* **WHAT THE TASK ASKS**
Reproduce each line from the first in the data through the line that contains "end of this" exactly; give nothing else.

(Collected data)
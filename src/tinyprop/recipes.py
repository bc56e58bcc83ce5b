"""Fitting recipes: the default recipe for small tabular regression and the command line's recipe.

**The default recipe** (:func:`fit_tabular_regression`, and :class:`TabularRegression`,
the same recipe with every setting open to a sweep) builds a scaled one-hidden-layer
tanh network and trains it with Adam and early stopping; its settings and their
measured results are in ``docs/training.md``.

**The default classification recipe** (:func:`fit_tabular_classification`, at the
end of this module) builds a scaled tanh network giving one logit per class (one sigmoid
output for two classes) and chooses its L2 penalty by the evidence framework; ``docs/classification.md``
gives its settings and measured results.

**The command line's recipe** (:class:`FitSettings`; the steps :func:`split_rows`,
:func:`build_network`, :func:`fit`, :func:`evaluate_all`) is what ``tinyprop train``
and ``tinyprop demo`` run. For data ``X`` (``n`` rows of inputs) and ``y`` (targets,
``(n, n_out)``), with seed ``s``:

1. **Split.** ``order = numpy.random.default_rng(s).permutation(n)``;
   ``n_test = round(test_fraction * n)``, ``n_val = round(validation_fraction * n)``;
   test rows ``order[:n_test]``, validation rows ``order[n_test:n_test + n_val]``,
   training rows the rest (in that permuted order).
2. **Network.** ``build_mlp([n_in, *hidden, n_out], activation=<activation>, seed=s, dtype=...)``
   with ``Standardize.from_data(X_train)`` in front and
   ``Unstandardize.from_data(y_train)`` behind, so the network takes and
   returns values in the data's own units:
   ``Network([standardize, *mlp.layers, unstandardize], dtype=..., init=None)``.
3. **Fit** on the training rows, in the data's units:

   - ``mini-batch``: ``train(net, X_train, y_train, loss=MeanSquaredError(),
     optimizer=<optimizer>(lr, schedule=..., clip_norm=...), epochs, batch_size,
     validation=(X_val, y_val) or None, patience, seed=s)``, where the schedule is
     ``None`` (``constant``) or ``CosineSchedule(epochs * ceil(n_train / batch_size))``
     (``cosine``: the learning rate falls along half a cosine to 0 at the last epoch);
   - ``levenberg-marquardt`` / ``lbfgs``: ``solve(net, X_train, y_train, method=...,
     max_evaluations=...)``.

4. **Evaluate** on every split: per target the root mean square error, mean
   absolute error, largest absolute error and ``R^2 = 1 - SS_res / SS_tot``.

This is what ``docs/cli.md`` documents and what ``tests/test_cli.py`` reproduces
with the library calls above. Around the steps: :func:`check_data` refuses data
that cannot be fitted and names weak data, :data:`APPLIES_ONLY_TO` says which
settings apply to which method (the report records only those), and
:func:`solver_stop` says in our words why a least-squares fit ended.
"""

from __future__ import annotations

import json
import math
import time
from collections.abc import Mapping, Sequence
from dataclasses import asdict, dataclass, field, fields, replace
from typing import Any

import numpy as np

* **WRITTEN SOLUTION**
filename src/tinyprop/recipes.py
repository bc56e58bcc83ce5b
"""Fitting recipes: the default recipe for small tabular regression and the command line's recipe.

**The default recipe** (:func:`fit_tabular_regression`, and :class:`TabularRegression`,
the same recipe with every setting open to a sweep) builds a scaled one-hidden-layer
tanh network and trains it with Adam and early stopping; its settings and their
measured results are in ``docs/training.md``.

**The default classification recipe** (:func:`fit_tabular_classification`, at the
end of this module) builds a scaled tanh network giving one logit per class (one sigmoid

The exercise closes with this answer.